**Work instruction:** Scan the entries below for the word "soundingHz", then copy each line that holds it.

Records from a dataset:
package org.nodewright.physics.inverse;

import java.util.List;
import org.hipparchus.linear.Array2DRowRealMatrix;
import org.hipparchus.linear.ArrayRealVector;
import org.hipparchus.linear.RealMatrix;
import org.hipparchus.linear.RealVector;
import org.hipparchus.optim.nonlinear.vector.leastsquares.LeastSquaresBuilder;
import org.hipparchus.optim.nonlinear.vector.leastsquares.LeastSquaresProblem;
import org.hipparchus.optim.nonlinear.vector.leastsquares.LevenbergMarquardtOptimizer;
import org.hipparchus.util.Pair;
import org.nodewright.physics.Require;
import org.nodewright.physics.aircolumn.Fingering;
import org.nodewright.physics.tuning.Cents;

/**
 * Fits a model's uncertain parameters (a mouth's effective size, the air's temperature) to the
 * pitches a maker measured on a prototype: Levenberg–Marquardt (Hipparchus
 * {@link LevenbergMarquardtOptimizer}, after Moré 1978) on r_i = 1200 log2(f_model,i / f_measured,i),
 * a forward-difference Jacobian with a step of {@link #RELATIVE_STEP} of each parameter's range,
 * bounds enforced by clamping each trial point.
 */
public final class Calibrator {

    static final double RELATIVE_STEP = 1e-4;

    /** The model for a set of parameter values: the frequency a fingering sounds, searched near a guess. */
    @FunctionalInterface
    public interface Family {
        double soundingHz(double[] parameters, Fingering fingering, double guessHz);
    }

    /**
     * @param fitted   the parameter values found
     * @param before   cents of the model from each measured pitch at the start values
     * @param after    the same at the fitted values
     */
    public record Fit(double[] fitted, double[] before, double[] after, double[] modelBeforeHz, double[] modelAfterHz,
            int evaluations) {

        public double rmsAfter() {
            return rms(after);
        }

        public double rmsBefore() {
            return rms(before);
        }

        static double rms(double[] c) {
            double s = 0;
            for (double v : c) {
                s += v * v;
            }
            return Math.sqrt(s / c.length);
        }
    }

    private final int maxEvaluations;

    public Calibrator(int maxEvaluations) {
        this.maxEvaluations = Require.atLeastOne("maxEvaluations", maxEvaluations);
    }

    /**
     * @param measured fingerings whose targetHz is the pitch measured (the model is tracked from it)
     * @throws IllegalArgumentException when a fingering has no resonance near its measured pitch
     */
    public Fit fit(Family family, double[] start, double[] lower, double[] upper, List<Fingering> measured) {
        int p = start.length;
        if (lower.length != p || upper.length != p || measured.isEmpty()) {
            throw new IllegalArgumentException("need a start and bounds per parameter and at least one measurement");
        }
        int[] count = {0};
        java.util.function.Function<double[], double[]> hz = x -> {
            count[0]++;
            double[] f = new double[measured.size()];
            for (int i = 0; i < f.length; i++) {
                Fingering m = measured.get(i);
                f[i] = family.soundingHz(x, m, m.targetHz());
                if (!Double.isFinite(f[i])) {
                    throw new IllegalArgumentException("fingering " + m.name() + " has no resonance near its measured "
                            + m.targetHz() + " Hz");
                }
            }
            return f;
        };
        java.util.function.Function<double[], double[]> residuals = x -> {
            double[] f = hz.apply(x);
            double[] r = new double[f.length];
            for (int i = 0; i < r.length; i++) {
                r[i] = Cents.between(f[i], measured.get(i).targetHz());
            }
            return r;
        };
        double[] x0 = clamp(start, lower, upper);
        double[] beforeHz = hz.apply(x0);
        LeastSquaresProblem problem = new LeastSquaresBuilder()
                .model(point -> {
                    double[] x = point.toArray();
                    double[] r0 = residuals.apply(x);
                    double[][] j = new double[r0.length][p];
                    for (int k = 0; k < p; k++) {
                        double step = RELATIVE_STEP * (upper[k] - lower[k]);
                        double[] xs = x.clone();
                        xs[k] = xs[k] + step > upper[k] ? xs[k] - step : xs[k] + step;
                        double[] rs = residuals.apply(xs);
                        for (int i = 0; i < r0.length; i++) {
                            j[i][k] = (rs[i] - r0[i]) / (xs[k] - x[k]);
                        }
                    }
                    RealMatrix jac = new Array2DRowRealMatrix(j, false);
                    return new Pair<RealVector, RealMatrix>(new ArrayRealVector(r0, false), jac);
                })
                .target(new double[measured.size()])
                .start(x0)
                .parameterValidator(v -> new ArrayRealVector(clamp(v.toArray(), lower, upper), false))
                .maxEvaluations(maxEvaluations)
                .maxIterations(maxEvaluations)
                .lazyEvaluation(false)
                .build();
        double[] fitted;
        try {
            fitted = clamp(new LevenbergMarquardtOptimizer().optimize(problem).getPoint().toArray(), lower, upper);
        } catch (org.hipparchus.exception.MathIllegalStateException capReached) {
            throw new IllegalArgumentException("the fit did not settle within " + maxEvaluations + " evaluations");
        }
        double[] afterHz = hz.apply(fitted);
        double[] before = new double[measured.size()];
        double[] after = new double[measured.size()];
        for (int i = 0; i < after.length; i++) {
            before[i] = Cents.between(beforeHz[i], measured.get(i).targetHz());
            after[i] = Cents.between(afterHz[i], measured.get(i).targetHz());
        }
        return new Fit(fitted, before, after, beforeHz, afterHz, count[0]);
    }

    private static double[] clamp(double[] x, double[] lower, double[] upper) {
        double[] out = x.clone();
        for (int i = 0; i < out.length; i++) {
            out[i] = Math.min(upper[i], Math.max(lower[i], out[i]));
        }
        return out;
    }
}
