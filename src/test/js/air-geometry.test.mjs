// The bore drawings' geometry. The values are worked by hand from elementary geometry (a frustum's
// wall is a straight line between its end diameters; a drawing to scale multiplies every length
// by one factor), not computed with the module under test.
import { test } from 'node:test';
import assert from 'node:assert/strict';
import {
  boundedMm, centsGauge, diameterHandles, fingeringHeightPx, fingeringLayout, joints, keyStepMm,
  totalLengthMm, usableSegments, wallDiameterAt,
} from '../../../static-assets/js/air/geometry.js';

const close = (a, b, tol = 1e-9) => assert.ok(Math.abs(a - b) <= tol, `${a} is not ${b}`);

// A cylinder 100 mm x 10 mm, then a cone opening from 10 to 20 mm over 200 mm.
const CYL_CONE = [
  { lengthMm: 100, inputDiameterMm: 10, outputDiameterMm: 10 },
  { lengthMm: 200, inputDiameterMm: 10, outputDiameterMm: 20 },
];

test('the wall of a frustum is straight between its end diameters', () => {
  close(wallDiameterAt(CYL_CONE, 50), 10);
  close(wallDiameterAt(CYL_CONE, 150), 12.5);   // a quarter of the way along the cone: 10 + 10/4
  close(wallDiameterAt(CYL_CONE, 300), 20);
  close(wallDiameterAt(CYL_CONE, 400), 20);     // beyond the end: the end's diameter
  close(wallDiameterAt(CYL_CONE, -5), 10);
  assert.ok(Number.isNaN(wallDiameterAt([], 10)));
});

test('rows that are not usable numbers are skipped, the rest keep their request index', () => {
  const rows = [{ lengthMm: null, inputDiameterMm: 10, outputDiameterMm: 10 }, ...CYL_CONE, { lengthMm: -3, inputDiameterMm: 1, outputDiameterMm: 1 }];
  assert.deepEqual(usableSegments(rows).map((s) => s.index), [1, 2]);
  close(totalLengthMm(rows), 300);
  assert.deepEqual(joints(rows), [{ segment: 1, atMm: 100 }, { segment: 2, atMm: 300 }]);
});

test('a continuous joint has one diameter handle moving both sides; a step has two', () => {
  const h = diameterHandles(CYL_CONE);
  assert.equal(h.length, 3);
  assert.deepEqual(h[0].targets, [{ segment: 0, field: 'inputDiameterMm' }]);
  assert.deepEqual(h[1].targets, [{ segment: 0, field: 'outputDiameterMm' }, { segment: 1, field: 'inputDiameterMm' }]);
  close(h[1].atMm, 100);
  assert.deepEqual(h[2].targets, [{ segment: 1, field: 'outputDiameterMm' }]);
  const step = diameterHandles([{ lengthMm: 50, inputDiameterMm: 8, outputDiameterMm: 8 }, { lengthMm: 50, inputDiameterMm: 12, outputDiameterMm: 12 }]);
  assert.deepEqual(step.map((x) => [x.atMm, x.side, x.diameterMm]), [[0, 'after', 8], [50, 'before', 8], [50, 'after', 12], [100, 'before', 12]]);
});

test('arrow-key steps: 1 mm or 1/32 inch along, 0.1 mm or 1/256 inch across, ten of them with Shift', () => {
  close(keyStepMm('length', 'mm'), 1);
  close(keyStepMm('position', 'inch'), 0.79375);       // 25.4 / 32
  close(keyStepMm('diameter', 'mm', true), 1);
  close(keyStepMm('diameter', 'inch'), 0.09921875);    // 25.4 / 256
});

test('dragged values stay in bounds and read back at 0.01 mm', () => {
  close(boundedMm('length', -20), 0.1);
  close(boundedMm('diameter', 12.3456), 12.35);
  close(boundedMm('position', 320, { totalMm: 300 }), 300);
  close(boundedMm('position', -1, { totalMm: 300 }), 0);
});

test('a fingering drawing is to scale along the bore and in proportion across it', () => {
  const holes = [{ positionMm: 150, diameterMm: 6, chimneyMm: 3 }, { positionMm: 250, diameterMm: 4, chimneyMm: 3 },
    { positionMm: 350, diameterMm: 4, chimneyMm: 3 }, { positionMm: 'x', diameterMm: 4, chimneyMm: 3 }];
  const L = fingeringLayout(CYL_CONE, holes, { heightPx: 320, halfWidthPx: 10, padPx: 10 });
  close(L.pxPerMm, 1);                    // 300 px for 300 mm
  close(L.acrossPxPerMm, 1);              // the widest bore (20 mm) spans 2 x 10 px
  assert.deepEqual(L.holes.map((h) => h.index), [0, 1]);   // beyond the bore and unreadable: left out
  close(L.holes[0].y, 160);
  close(L.holes[1].y, 260);
  close(L.holes[0].r, 3);                 // 6 mm hole: radius 3 px, as the 20 mm bore is 10 px
  close(L.holes[1].r / L.holes[0].r, 4 / 6);
  assert.deepEqual(L.wall.map((p) => p.half), [5, 5, 5, 10]);
  // A short drawing: across is held to the scale along (0.5 px per mm), not widened to 10 px.
  const S = fingeringLayout(CYL_CONE, holes, { heightPx: 150, halfWidthPx: 10 });
  close(S.pxPerMm, 0.5);
  close(S.acrossPxPerMm, 0.5);
  close(S.holes[0].r, 1.5);
  close(S.holes[1].y - S.holes[0].y, 50);
  assert.equal(fingeringHeightPx(100), 180);
  assert.equal(fingeringHeightPx(300), 300);
  assert.equal(fingeringHeightPx(2000), 360);
});

test('the cents gauge spans at least a quarter tone and three tolerances each side', () => {
  const g = centsGauge(10, 10, 200);
  assert.equal(g.range, 50);
  close(g.centre, 100);
  close(g.bandFrom, 80);
  close(g.bandTo, 120);
  close(g.needle, 120);
  assert.equal(g.beyond, 0);
  const wide = centsGauge(-100, 25, 300);
  assert.equal(wide.range, 75);
  close(wide.needle, 0);
  assert.equal(wide.beyond, -1);
  assert.equal(centsGauge(NaN, 10, 100).needle, null);
  close(centsGauge(0, -5, 100).bandTo, 50);   // an unusable tolerance draws no band
});
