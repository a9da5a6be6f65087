// A new pickup goes where there is room (issue: the eighth pickup used to land at a negative position).
import { test } from 'node:test';
import assert from 'node:assert/strict';
import { nextPickupMm, PICKUP_ZONE } from '../../../static-assets/js/strings/placement.js';

test('pickups added one after another stay inside the string and apart, until there is no room', () => {
  const L = 650;
  const placed = [];
  for (let i = 0; i < 40; i++) {
    const x = nextPickupMm(L, placed, 20);
    if (x === null) break;
    placed.push(x);
  }
  assert.ok(placed.length >= 6, `only ${placed.length} placed`);
  assert.ok(placed.length < 40, 'the zone fills up');
  const sorted = [...placed].sort((a, b) => a - b);
  assert.ok(sorted[0] >= PICKUP_ZONE[0] * L && sorted.at(-1) <= PICKUP_ZONE[1] * L);
  for (let i = 1; i < sorted.length; i++) assert.ok(sorted[i] - sorted[i - 1] >= 20 - 0.1, `${sorted[i - 1]} and ${sorted[i]}`);
  assert.equal(nextPickupMm(L, placed, 20), null);
});

test('the first pickup goes in the middle of the zone', () => {
  assert.equal(nextPickupMm(1000, [], 10), 835);
});

test('pickups outside the zone do not block it', () => {
  assert.equal(nextPickupMm(1000, [100, 2000, NaN], 10), 835);
});
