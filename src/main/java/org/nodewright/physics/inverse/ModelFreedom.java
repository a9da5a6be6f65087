package org.nodewright.physics.inverse;

import java.util.List;
import java.util.function.Function;

/**
 * Figures of the instrument besides its holes and foot that a solve may also move (the player's
 * end's headspace or window length, in mm), each with its start and bounds, and the model for a
 * set of their values. {@link #NONE} moves nothing and keeps the solver's own model.
 *
 * @param variables what may move, in the order {@code family} takes their values
 * @param family    the frequency model for one value of each variable
 */
public record ModelFreedom(List<Variable> variables, Function<double[], PlayingFrequencyModel> family) {

    public static final ModelFreedom NONE = new ModelFreedom(List.of(), x -> null);

    /**
     * One figure that may move.
     *
     * @param name  as the request names it (e.g. "headspaceMm")
     * @param start its value at the start, mm
     * @param min   smallest value allowed, mm
     * @param max   largest value allowed, mm
     */
    public record Variable(String name, double start, double min, double max) {
        public Variable {
            if (!(Double.isFinite(start) && Double.isFinite(min) && Double.isFinite(max) && min <= max)) {
                throw new IllegalArgumentException(name + ": bounds must be finite with min <= max, were " + min + ", "
                        + max);
            }
        }
    }

    /** What a variable became. */
    public record Change(String name, double start, double value) {
        public double moved() {
            return value - start;
        }
    }

    public ModelFreedom {
        variables = List.copyOf(variables);
    }

    public int size() {
        return variables.size();
    }

    public double[] starts() {
        return variables.stream().mapToDouble(Variable::start).toArray();
    }

    /** The same freedom starting from other values (each kept inside its bounds). */
    public ModelFreedom startingAt(double[] values) {
        if (values.length != variables.size()) {
            throw new IllegalArgumentException("one value per variable is needed");
        }
        List<Variable> moved = new java.util.ArrayList<>();
        for (int i = 0; i < values.length; i++) {
            Variable v = variables.get(i);
            moved.add(new Variable(v.name(), Math.min(v.max(), Math.max(v.min(), values[i])), v.min(), v.max()));
        }
        return new ModelFreedom(moved, family);
    }
}
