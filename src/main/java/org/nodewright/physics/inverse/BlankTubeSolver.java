package org.nodewright.physics.inverse;

import java.util.ArrayList;
import java.util.List;
import java.util.function.BooleanSupplier;
import org.nodewright.physics.Require;
import org.nodewright.physics.aircolumn.Fingering;

/**
 * Holes for a blank tube: for each starting hole diameter, the closed-form {@link FirstLayout},
 * then the {@link ToneHoleSolver} (Levenberg–Marquardt, Hipparchus) from it; several such starts
 * (a multi-start search, since one start can settle in a local minimum or stall against a limit),
 * stopping at the first start that reaches the tolerance and otherwise keeping the best.
 */
public final class BlankTubeSolver {

    private final double toleranceCents;
    private final int maxEvaluationsPerStart;

    public BlankTubeSolver(double toleranceCents, int maxEvaluationsPerStart) {
        Require.positive("toleranceCents", toleranceCents);
        Require.atLeastOne("maxEvaluationsPerStart", maxEvaluationsPerStart);
        this.toleranceCents = toleranceCents;
        this.maxEvaluationsPerStart = maxEvaluationsPerStart;
    }

    /** One start: its hole diameter, the first layout, how that sounded, and where the optimiser took it. */
    public record Start(int index, double startDiameterMm, HoleLayout firstLayout, double firstWorstCents,
            ToneHoleSolution solution) {
    }

    /** Every start tried, in order, and the chosen one (the first within tolerance, else the best). */
    public record Result(List<Start> starts, int chosen) {

        public Result {
            starts = List.copyOf(starts);
        }

        public Start best() {
            return starts.get(chosen);
        }
    }

    /**
     * @param model           the frequency model of the tube with its holes (chimneys fixed)
     * @param tube            the blank as the closed form sees it
     * @param chimneysMm      each hole's chimney height
     * @param lengthBeforeFootMm bore length before the last section (the section the solver may cut)
     * @param startDiametersMm one start per diameter (all holes the same), tried in this order
     * @throws SolveCancelledException when {@code cancelled} turns true
     * @throws IllegalArgumentException when no start gives a layout whose every fingering has a resonance near its target
     */
    public Result solve(PlayingFrequencyModel model, FirstLayout.Tube tube, double[] chimneysMm,
            double lengthBeforeFootMm, List<Fingering> fingerings, SolverLimits limits, double[] startDiametersMm,
            SolveProgress progress, BooleanSupplier cancelled) {
        if (startDiametersMm.length == 0) {
            throw new IllegalArgumentException("at least one start is needed");
        }
        int holes = chimneysMm.length;
        int cap = maxEvaluationsPerStart * startDiametersMm.length;
        List<Start> starts = new ArrayList<>();
        int chosen = -1;
        double bestWorst = Double.POSITIVE_INFINITY;
        int spent = 0;
        IllegalArgumentException lastFailure = null;
        for (int s = 0; s < startDiametersMm.length; s++) {
            double d = Math.min(limits.maxDiameterMm(), Math.max(limits.minDiameterMm(), startDiametersMm[s]));
            double[] diameters = new double[holes];
            java.util.Arrays.fill(diameters, d);
            HoleLayout first = within(FirstLayout.estimate(tube, lengthBeforeFootMm, diameters, chimneysMm, fingerings, limits.varyFoot()),
                    lengthBeforeFootMm, limits);
            final int before = spent;
            final double bestSoFar = bestWorst;
            SolveProgress overall = (e, m, w) -> progress.update(before + e, cap, Math.min(bestSoFar, w));
            ToneHoleSolution solution;
            try {
                solution = new ToneHoleSolver(toleranceCents, maxEvaluationsPerStart).solve(model, first,
                        lengthBeforeFootMm, fingerings, limits, overall, cancelled);
            } catch (IllegalArgumentException noResonance) {
                lastFailure = noResonance;
                continue;
            }
            spent += solution.evaluations();
            double firstWorst = solution.notes().stream().mapToDouble(n -> Math.abs(n.startCents())).max().orElse(0);
            starts.add(new Start(s, d, first, firstWorst, solution));
            if (solution.worstAbsCents() < bestWorst) {
                bestWorst = solution.worstAbsCents();
                chosen = starts.size() - 1;
            }
            if (solution.withinTolerance()) {
                break;
            }
        }
        if (chosen < 0) {
            throw lastFailure;
        }
        progress.update(spent, cap, bestWorst);
        return new Result(starts, chosen);
    }

    /**
     * The first layout moved inside the maker's limits: foot and diameters clamped, holes kept in
     * order from the input with at least the minimum wall between them (pushed up the tube from the
     * bottom if they crowd), none before the minimum position or past the end margin.
     */
    static HoleLayout within(HoleLayout layout, double lengthBeforeFootMm, SolverLimits limits) {
        double foot = limits.varyFoot() ? Math.min(limits.maxFootMm(), Math.max(limits.minFootMm(), layout.footLengthMm()))
                : layout.footLengthMm();
        double[] dia = layout.diametersMm();
        for (int i = 0; i < dia.length; i++) {
            dia[i] = Math.min(limits.maxDiameterMm(), Math.max(limits.minDiameterMm(), dia[i]));
        }
        double[] x = layout.positionsMm();
        double last = lengthBeforeFootMm + foot - limits.maxPositionMargin();
        for (int i = x.length - 1; i >= 0; i--) {
            double ceiling = i == x.length - 1 ? last : x[i + 1] - (dia[i] + dia[i + 1]) / 2 - limits.minSpacingMm();
            x[i] = Math.min(x[i], ceiling);
        }
        for (int i = 0; i < x.length; i++) {
            double floor = i == 0 ? limits.minPositionMm() : x[i - 1] + (dia[i - 1] + dia[i]) / 2 + limits.minSpacingMm();
            x[i] = Math.max(x[i], floor);
        }
        return new HoleLayout(x, dia, foot);
    }
}
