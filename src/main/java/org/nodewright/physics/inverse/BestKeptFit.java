package org.nodewright.physics.inverse;

import java.util.function.BooleanSupplier;
import org.hipparchus.exception.MathIllegalStateException;
import org.hipparchus.optim.nonlinear.vector.leastsquares.LeastSquaresBuilder;
import org.hipparchus.optim.nonlinear.vector.leastsquares.LevenbergMarquardtOptimizer;
import org.hipparchus.optim.nonlinear.vector.leastsquares.MultivariateJacobianFunction;
import org.hipparchus.optim.nonlinear.vector.leastsquares.ParameterValidator;

/**
 * The one Levenberg-Marquardt run of the solvers that keep the best point they have seen (Hipparchus'
 * {@link LevenbergMarquardtOptimizer}; Levenberg 1944, Marquardt 1963): the model records its best point as it
 * goes, and the run ends when {@code goodEnough} holds, when the model throws {@link EvaluationCap} (its budget of
 * evaluations is spent, see {@link #spend}) or when the optimiser can improve no further. The caller then reads the
 * best point from its own model. Used by the tone-hole solver, the bar undercut tuner, the plate thickness tuner
 * and the plate's elastic fit.
 */
public final class BestKeptFit {

    private BestKeptFit() {
    }

    /** Thrown by a model whose evaluations are spent; ends the run with the best point kept. */
    public static final class EvaluationCap extends RuntimeException {
        private static final long serialVersionUID = 1L;

        public EvaluationCap() {
            super(null, null, false, false);
        }
    }

    /**
     * Runs the optimiser from {@code start} towards zero residuals.
     *
     * @param validator clamps a trial point into its bounds, or null for none
     * @return the optimiser's iterations, 0 when the run ended by the cap or by a stall
     */
    public static int run(MultivariateJacobianFunction model, int residuals, double[] start,
            ParameterValidator validator, BooleanSupplier goodEnough) {
        LeastSquaresBuilder builder = new LeastSquaresBuilder()
                .model(model)
                .target(new double[residuals])
                .start(start)
                .checker((iteration, previous, current) -> goodEnough.getAsBoolean())
                .maxEvaluations(Integer.MAX_VALUE)
                .maxIterations(Integer.MAX_VALUE)
                .lazyEvaluation(false);
        if (validator != null) {
            builder.parameterValidator(validator);
        }
        try {
            return new LevenbergMarquardtOptimizer().optimize(builder.build()).getIterations();
        } catch (MathIllegalStateException | EvaluationCap e) {
            return 0; // the optimiser could not improve further, or the cap: the model holds the best seen
        }
    }

    /**
     * The check before one more evaluation: a requested cancel throws {@link SolveCancelledException}, a spent
     * budget ({@code evaluations >= max}) throws {@link EvaluationCap}.
     */
    public static void spend(int evaluations, int max, BooleanSupplier cancelled) {
        if (cancelled.getAsBoolean()) {
            throw new SolveCancelledException();
        }
        if (evaluations >= max) {
            throw new EvaluationCap();
        }
    }
}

**Solution:**
        double soundingHz(double[] parameters, Fingering fingering, double guessHz);
                f[i] = family.soundingHz(x, m, m.targetHz());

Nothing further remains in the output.